### ABOUT THIS EXERCISE:
Keep only those lines of the records that include the string "settings".

=== Section Start ===

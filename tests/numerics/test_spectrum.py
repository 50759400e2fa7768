"""Discs of eigenvalues: no matrix within the errors has one outside of them, and they are not far too wide."""

from __future__ import annotations

import math

import numpy as np
import pytest
from hypothesis import given, settings
from hypothesis import strategies as st

from linverify.numerics.spectrum import Root, roots, structural
from linverify.numerics.structure import leads, strong_blocks, zeros_for_sure


def found(A: object, E: object = None) -> tuple[Root, ...]:
    matrix = np.array(A, dtype=float)
    return roots(matrix, np.zeros_like(matrix) if E is None else np.array(E, dtype=float))


def random_matrix(generator: np.random.Generator, n: int) -> tuple[np.ndarray, np.ndarray]:
    A = generator.normal(size=(n, n)) * 10.0 ** generator.uniform(-2, 2, (n, n))
    return A * (generator.random((n, n)) < 0.8), 10.0 ** generator.uniform(-10, -2) * np.abs(A)


@settings(deadline=None, derandomize=True, max_examples=120)
@given(st.integers(1, 7), st.integers(0, 10**6))
def test_no_matrix_within_the_errors_leaves_the_discs(n: int, seed: int) -> None:
    generator = np.random.default_rng(seed)
    A, E = random_matrix(generator, n)
    E = np.where(A == 0.0, 0.0, E)
    discs = roots(A, E)
    assert sum(1 if root.value.imag == 0.0 else 2 for root in discs) == n
    for _ in range(12):
        values = np.linalg.eigvals(A + E * generator.choice([-1.0, 1.0], (n, n)))
        for value in values[values.imag >= 0.0]:
            reach = [root for root in discs if abs(value - root.value) <= root.radius * (1 + 1e-9) + 1e-9 * abs(value)]
            assert reach, (value, discs)
        for root in discs:
            if not root.zero and root.together < n:
                inside = np.abs(values - root.center) <= root.spread * (1 + 1e-9) + 1e-12 * abs(root.center)
                assert inside.sum() >= root.together


def test_the_disc_of_a_simple_eigenvalue_is_its_first_order_error_with_a_reserve() -> None:
    A = np.array([[-1.0, 3.0], [0.2, -4.0]])
    E = 1e-6 * np.abs(A)
    for root in roots(A, E):
        values, left = np.linalg.eig(A.T)
        y = left[:, np.argmin(abs(values - root.value))].real
        values, right = np.linalg.eig(A)
        x = right[:, np.argmin(abs(values - root.value))].real
        first_order = float(np.abs(y) @ E @ np.abs(x)) / abs(float(y @ x))
        assert first_order < root.radius < 1.4 * first_order


def test_a_chain_of_integrators_in_natural_coordinates_is_zero_for_sure() -> None:
    chain = found(np.eye(3, k=1))
    assert [root.value for root in chain] == [0j, 0j, 0j]
    assert all(root.zero and root.real and root.radius == 0.0 for root in chain)
    beside = found([[0.0, 1.0, 0.0], [0.0, 0.0, 1.0], [0.0, 0.0, -3.0]])
    assert sorted(root.value.real for root in beside) == [-3.0, 0.0, 0.0]


def test_errors_of_exact_zeros_below_notice_do_not_blur_a_chain() -> None:
    A, others = np.eye(4, k=1), np.ones(4)
    blurred = roots(A, structural(A, np.full((4, 4), 1e-12), others))
    assert all(root.zero for root in blurred)
    assert not any(root.zero for root in roots(A, structural(A, np.full((4, 4), 1e-6), others)))
    # nothing is small beside a row that is nothing but zeros
    assert structural(A, np.full((4, 4), 1e-12))[3].all()


def test_a_chain_in_other_coordinates_is_one_disc_as_large_as_rounding_makes_it() -> None:
    T = np.random.default_rng(3).normal(size=(3, 3))
    turned = found(np.linalg.solve(T, np.eye(3, k=1) @ T))
    assert {root.together for root in turned} == {3}
    spread = {root.spread for root in turned}
    assert len(spread) == 1
    assert 1e-7 < spread.pop() < 1e-3  # eps^(1/3) is 6e-6
    assert all(abs(root.center) <= root.spread for root in turned)


def test_near_double_poles_are_apart_where_errors_allow_and_together_where_not() -> None:
    A = [[-1.0, 1.0], [1e-8, -1.0]]  # -1 +- 1e-4
    apart = found(A)
    assert [root.together for root in apart] == [1, 1]
    assert sorted(root.value.real for root in apart) == pytest.approx([-1.0001, -0.9999], abs=1e-12)
    together = found(A, [[0.0, 0.0], [1e-7, 0.0]])
    assert {root.together for root in together} == {2}
    assert not any(root.real for root in together)  # -1 +- 3e-4j is within the errors
    for error in (1e-7, -1.1e-7):
        values = np.linalg.eigvals(np.array(A) + np.array([[0.0, 0.0], [error / 1.1, 0.0]]))
        assert all(abs(value - together[0].center) <= together[0].spread for value in values)


def test_errors_without_bound_leave_nothing_known() -> None:
    (first, second) = found([[-1.0, 1.0], [-1.0, -1.0]], [[math.inf, 0.0], [0.0, 0.0]]) * 2
    assert first.radius == second.radius == math.inf
    with pytest.raises(ValueError, match="not finite"):
        found([[math.nan]])


def test_no_states_no_eigenvalues() -> None:
    assert roots(np.zeros((0, 0)), np.zeros((0, 0))) == ()
    assert strong_blocks(np.zeros((0, 0), dtype=bool)) == ()
    assert zeros_for_sure(np.zeros((0, 0), dtype=bool)) == 0


@settings(deadline=None, derandomize=True, max_examples=60)
@given(st.integers(1, 6), st.integers(0, 10**6))
def test_what_vanishes_for_sure_vanishes_for_every_matrix_with_the_pattern(n: int, seed: int) -> None:
    generator = np.random.default_rng(seed)
    pattern = generator.random((n, n)) < 0.35
    sure = zeros_for_sure(pattern)
    coefficients = [np.poly(pattern * generator.normal(size=(n, n))) for _ in range(3)]
    vanish = min(n - max(k for k in range(n + 1) if abs(one[k]) > 1e-12) for one in coefficients)
    assert sure == vanish


def test_blocks_are_states_that_act_on_each_other() -> None:
    pattern = np.array([[0, 1, 0, 1], [1, 0, 0, 0], [0, 1, 1, 0], [0, 0, 0, 0]], dtype=bool)
    assert [list(block) for block in strong_blocks(pattern)] == [[0, 1], [2], [3]]
    starts, ends = np.array([False, False, False, True]), np.array([False, False, True, False])
    assert list(np.flatnonzero(leads(pattern, starts, ends))) == [0, 1, 2, 3]
    assert not leads(pattern, ends, starts).any()


@settings(deadline=None, derandomize=True, max_examples=120)
@given(st.integers(2, 6), st.integers(0, 10**6), st.booleans())
def test_no_eigenvalue_moves_farther_than_told_in_the_direction_asked_for(n: int, seed: int, turned: bool) -> None:
    generator = np.random.default_rng(seed)
    A, E = random_matrix(generator, n)
    E = np.where(A == 0.0, 0.0, E)

    def turn(value: complex) -> complex:
        return 1.0 if not turned or value == 0 else value.conjugate() / abs(value)

    for root in roots(A, E, turn):
        assert root.along <= root.radius
        if not root.single or root.zero:
            continue
        for _ in range(6):
            values = np.linalg.eigvals(A + E * generator.choice([-1.0, 1.0], (n, n)))
            nearest = complex(values[np.argmin(abs(values - root.value))])
            moved = abs((turn(root.value) * (nearest - root.value)).real)
            assert moved <= root.along * (1 + 1e-9) + 1e-9 * abs(root.value)


def test_a_stiffness_hardly_changes_the_damping_of_a_light_pole() -> None:
    A = np.array([[0.0, 1.0], [-1e4, -0.4]])  # 100 rad/s, damping 0.002
    E = np.array([[0.0, 0.0], [5.0, 0.0]])
    (root,) = roots(A, E)
    assert root.radius > 0.025
    assert root.along < 1e-3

=== Section End ===

### ANSWER FOR THIS EXERCISE:
from hypothesis import given, settings
@settings(deadline=None, derandomize=True, max_examples=120)
@settings(deadline=None, derandomize=True, max_examples=60)
@settings(deadline=None, derandomize=True, max_examples=120)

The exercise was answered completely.